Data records
•••••

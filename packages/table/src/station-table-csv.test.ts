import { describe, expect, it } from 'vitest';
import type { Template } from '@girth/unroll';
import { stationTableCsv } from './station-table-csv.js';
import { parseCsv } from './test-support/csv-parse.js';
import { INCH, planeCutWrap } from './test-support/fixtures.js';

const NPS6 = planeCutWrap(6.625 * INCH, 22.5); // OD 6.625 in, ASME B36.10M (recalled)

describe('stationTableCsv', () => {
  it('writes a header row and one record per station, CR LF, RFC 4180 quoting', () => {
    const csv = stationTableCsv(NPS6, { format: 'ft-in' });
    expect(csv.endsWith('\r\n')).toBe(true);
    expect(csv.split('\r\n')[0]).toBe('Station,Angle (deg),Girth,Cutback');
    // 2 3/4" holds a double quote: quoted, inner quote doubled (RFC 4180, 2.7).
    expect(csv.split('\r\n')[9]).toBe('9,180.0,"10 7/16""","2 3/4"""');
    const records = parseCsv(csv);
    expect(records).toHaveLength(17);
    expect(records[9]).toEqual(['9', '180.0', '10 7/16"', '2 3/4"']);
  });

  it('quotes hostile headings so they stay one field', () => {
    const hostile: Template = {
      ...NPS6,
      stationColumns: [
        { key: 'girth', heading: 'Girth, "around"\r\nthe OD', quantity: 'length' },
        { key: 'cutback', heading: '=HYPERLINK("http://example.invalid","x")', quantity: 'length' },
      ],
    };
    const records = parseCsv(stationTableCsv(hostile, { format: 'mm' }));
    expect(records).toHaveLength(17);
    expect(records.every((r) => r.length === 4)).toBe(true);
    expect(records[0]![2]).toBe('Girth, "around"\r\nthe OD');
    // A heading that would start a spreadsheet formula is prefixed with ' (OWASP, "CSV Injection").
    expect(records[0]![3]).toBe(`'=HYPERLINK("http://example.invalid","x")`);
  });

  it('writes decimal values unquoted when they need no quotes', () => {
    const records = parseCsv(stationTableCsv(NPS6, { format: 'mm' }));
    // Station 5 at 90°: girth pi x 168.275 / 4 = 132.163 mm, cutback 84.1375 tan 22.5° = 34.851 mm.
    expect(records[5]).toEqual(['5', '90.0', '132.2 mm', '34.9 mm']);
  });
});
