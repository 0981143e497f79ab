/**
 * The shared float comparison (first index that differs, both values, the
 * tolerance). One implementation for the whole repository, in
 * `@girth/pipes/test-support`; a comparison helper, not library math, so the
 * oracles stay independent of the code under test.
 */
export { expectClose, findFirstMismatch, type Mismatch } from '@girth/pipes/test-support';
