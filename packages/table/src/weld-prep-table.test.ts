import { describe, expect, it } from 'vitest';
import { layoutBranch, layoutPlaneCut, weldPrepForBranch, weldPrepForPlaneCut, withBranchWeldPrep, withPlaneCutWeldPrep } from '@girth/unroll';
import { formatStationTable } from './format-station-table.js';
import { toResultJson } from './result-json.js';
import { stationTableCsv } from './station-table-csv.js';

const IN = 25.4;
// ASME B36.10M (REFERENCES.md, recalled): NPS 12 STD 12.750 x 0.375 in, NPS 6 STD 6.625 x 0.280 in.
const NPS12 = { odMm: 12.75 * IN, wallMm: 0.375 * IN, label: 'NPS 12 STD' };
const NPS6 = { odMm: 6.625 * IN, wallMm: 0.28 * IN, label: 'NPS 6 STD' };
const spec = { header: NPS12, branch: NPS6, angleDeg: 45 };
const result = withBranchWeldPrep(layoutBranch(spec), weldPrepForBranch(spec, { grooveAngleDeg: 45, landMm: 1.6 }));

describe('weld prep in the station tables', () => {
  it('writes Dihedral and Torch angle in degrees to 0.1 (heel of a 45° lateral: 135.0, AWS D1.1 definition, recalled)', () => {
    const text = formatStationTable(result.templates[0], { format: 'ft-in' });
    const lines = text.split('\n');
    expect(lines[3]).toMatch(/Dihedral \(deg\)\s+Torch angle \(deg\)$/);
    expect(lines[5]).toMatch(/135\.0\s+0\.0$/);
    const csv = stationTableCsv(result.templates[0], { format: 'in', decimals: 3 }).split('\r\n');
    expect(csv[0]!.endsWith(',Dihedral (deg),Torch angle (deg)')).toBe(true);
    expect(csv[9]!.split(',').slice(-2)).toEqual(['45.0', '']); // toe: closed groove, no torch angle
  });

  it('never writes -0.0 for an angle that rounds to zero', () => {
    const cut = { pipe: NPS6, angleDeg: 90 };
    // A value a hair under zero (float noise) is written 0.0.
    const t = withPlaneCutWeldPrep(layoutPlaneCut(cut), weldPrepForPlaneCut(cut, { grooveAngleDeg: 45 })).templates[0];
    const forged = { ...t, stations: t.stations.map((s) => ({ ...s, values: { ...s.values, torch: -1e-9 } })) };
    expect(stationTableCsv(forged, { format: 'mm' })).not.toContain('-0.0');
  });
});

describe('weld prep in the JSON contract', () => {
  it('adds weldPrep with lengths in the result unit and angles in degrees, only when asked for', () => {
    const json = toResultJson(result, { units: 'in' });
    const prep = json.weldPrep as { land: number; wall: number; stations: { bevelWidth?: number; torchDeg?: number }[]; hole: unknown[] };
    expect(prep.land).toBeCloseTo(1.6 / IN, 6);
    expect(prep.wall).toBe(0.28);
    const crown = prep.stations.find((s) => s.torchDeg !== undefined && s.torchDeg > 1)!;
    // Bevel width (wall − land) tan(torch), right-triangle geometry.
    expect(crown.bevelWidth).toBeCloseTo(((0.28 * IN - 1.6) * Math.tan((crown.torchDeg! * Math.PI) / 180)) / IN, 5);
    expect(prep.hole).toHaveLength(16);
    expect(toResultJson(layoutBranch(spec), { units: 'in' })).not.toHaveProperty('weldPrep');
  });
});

•••••

_TASK ITEM_
The entries are to be retyped in full, with no alteration.

_TASK SOLUTION_
filename packages/table/src/station-table-csv.test.ts
import { describe, expect, it } from 'vitest';
import type { Template } from '@girth/unroll';
import { stationTableCsv } from './station-table-csv.js';
import { parseCsv } from './test-support/csv-parse.js';
import { INCH, planeCutWrap } from './test-support/fixtures.js';

const NPS6 = planeCutWrap(6.625 * INCH, 22.5); // OD 6.625 in, ASME B36.10M (recalled)

describe('stationTableCsv', () => {
  it('writes a header row and one record per station, CR LF, RFC 4180 quoting', () => {
    const csv = stationTableCsv(NPS6, { format: 'ft-in' });
    expect(csv.endsWith('\r\n')).toBe(true);
    expect(csv.split('\r\n')[0]).toBe('Station,Angle (deg),Girth,Cutback');
    // 2 3/4" holds a double quote: quoted, inner quote doubled (RFC 4180, 2.7).
    expect(csv.split('\r\n')[9]).toBe('9,180.0,"10 7/16""","2 3/4"""');
    const records = parseCsv(csv);
    expect(records).toHaveLength(17);
    expect(records[9]).toEqual(['9', '180.0', '10 7/16"', '2 3/4"']);
  });

  it('quotes hostile headings so they stay one field', () => {
    const hostile: Template = {
      ...NPS6,
      stationColumns: [
        { key: 'girth', heading: 'Girth, "around"\r\nthe OD', quantity: 'length' },
        { key: 'cutback', heading: '=HYPERLINK("http://example.invalid","x")', quantity: 'length' },
      ],
    };
    const records = parseCsv(stationTableCsv(hostile, { format: 'mm' }));
    expect(records).toHaveLength(17);
    expect(records.every((r) => r.length === 4)).toBe(true);
    expect(records[0]![2]).toBe('Girth, "around"\r\nthe OD');
    // A heading that would start a spreadsheet formula is prefixed with ' (OWASP, "CSV Injection").
    expect(records[0]![3]).toBe(`'=HYPERLINK("http://example.invalid","x")`);
  });

  it('writes decimal values unquoted when they need no quotes', () => {
    const records = parseCsv(stationTableCsv(NPS6, { format: 'mm' }));
    // Station 5 at 90°: girth pi x 168.275 / 4 = 132.163 mm, cutback 84.1375 tan 22.5° = 34.851 mm.
    expect(records[5]).toEqual(['5', '90.0', '132.2 mm', '34.9 mm']);
  });
});
repository 0981143e497f79ab
/**
 * The shared float comparison (first index that differs, both values, the
 * tolerance). One implementation for the whole repository, in
 * `@girth/pipes/test-support`; a comparison helper, not library math, so the
 * oracles stay independent of the code under test.
 */
export { expectClose, findFirstMismatch, type Mismatch } from '@girth/pipes/test-support';
filename packages/table/src/weld-prep-table.test.ts
import { describe, expect, it } from 'vitest';
import { layoutBranch, layoutPlaneCut, weldPrepForBranch, weldPrepForPlaneCut, withBranchWeldPrep, withPlaneCutWeldPrep } from '@girth/unroll';
import { formatStationTable } from './format-station-table.js';
import { toResultJson } from './result-json.js';
import { stationTableCsv } from './station-table-csv.js';

const IN = 25.4;
// ASME B36.10M (REFERENCES.md, recalled): NPS 12 STD 12.750 x 0.375 in, NPS 6 STD 6.625 x 0.280 in.
const NPS12 = { odMm: 12.75 * IN, wallMm: 0.375 * IN, label: 'NPS 12 STD' };
const NPS6 = { odMm: 6.625 * IN, wallMm: 0.28 * IN, label: 'NPS 6 STD' };
const spec = { header: NPS12, branch: NPS6, angleDeg: 45 };
const result = withBranchWeldPrep(layoutBranch(spec), weldPrepForBranch(spec, { grooveAngleDeg: 45, landMm: 1.6 }));

describe('weld prep in the station tables', () => {
  it('writes Dihedral and Torch angle in degrees to 0.1 (heel of a 45° lateral: 135.0, AWS D1.1 definition, recalled)', () => {
    const text = formatStationTable(result.templates[0], { format: 'ft-in' });
    const lines = text.split('\n');
    expect(lines[3]).toMatch(/Dihedral \(deg\)\s+Torch angle \(deg\)$/);
    expect(lines[5]).toMatch(/135\.0\s+0\.0$/);
    const csv = stationTableCsv(result.templates[0], { format: 'in', decimals: 3 }).split('\r\n');
    expect(csv[0]!.endsWith(',Dihedral (deg),Torch angle (deg)')).toBe(true);
    expect(csv[9]!.split(',').slice(-2)).toEqual(['45.0', '']); // toe: closed groove, no torch angle
  });

  it('never writes -0.0 for an angle that rounds to zero', () => {
    const cut = { pipe: NPS6, angleDeg: 90 };
    // A value a hair under zero (float noise) is written 0.0.
    const t = withPlaneCutWeldPrep(layoutPlaneCut(cut), weldPrepForPlaneCut(cut, { grooveAngleDeg: 45 })).templates[0];
    const forged = { ...t, stations: t.stations.map((s) => ({ ...s, values: { ...s.values, torch: -1e-9 } })) };
    expect(stationTableCsv(forged, { format: 'mm' })).not.toContain('-0.0');
  });
});

describe('weld prep in the JSON contract', () => {
  it('adds weldPrep with lengths in the result unit and angles in degrees, only when asked for', () => {
    const json = toResultJson(result, { units: 'in' });
    const prep = json.weldPrep as { land: number; wall: number; stations: { bevelWidth?: number; torchDeg?: number }[]; hole: unknown[] };
    expect(prep.land).toBeCloseTo(1.6 / IN, 6);
    expect(prep.wall).toBe(0.28);
    const crown = prep.stations.find((s) => s.torchDeg !== undefined && s.torchDeg > 1)!;
    // Bevel width (wall − land) tan(torch), right-triangle geometry.
    expect(crown.bevelWidth).toBeCloseTo(((0.28 * IN - 1.6) * Math.tan((crown.torchDeg! * Math.PI) / 180)) / IN, 5);
    expect(prep.hole).toHaveLength(16);
    expect(toResultJson(layoutBranch(spec), { units: 'in' })).not.toHaveProperty('weldPrep');
  });
});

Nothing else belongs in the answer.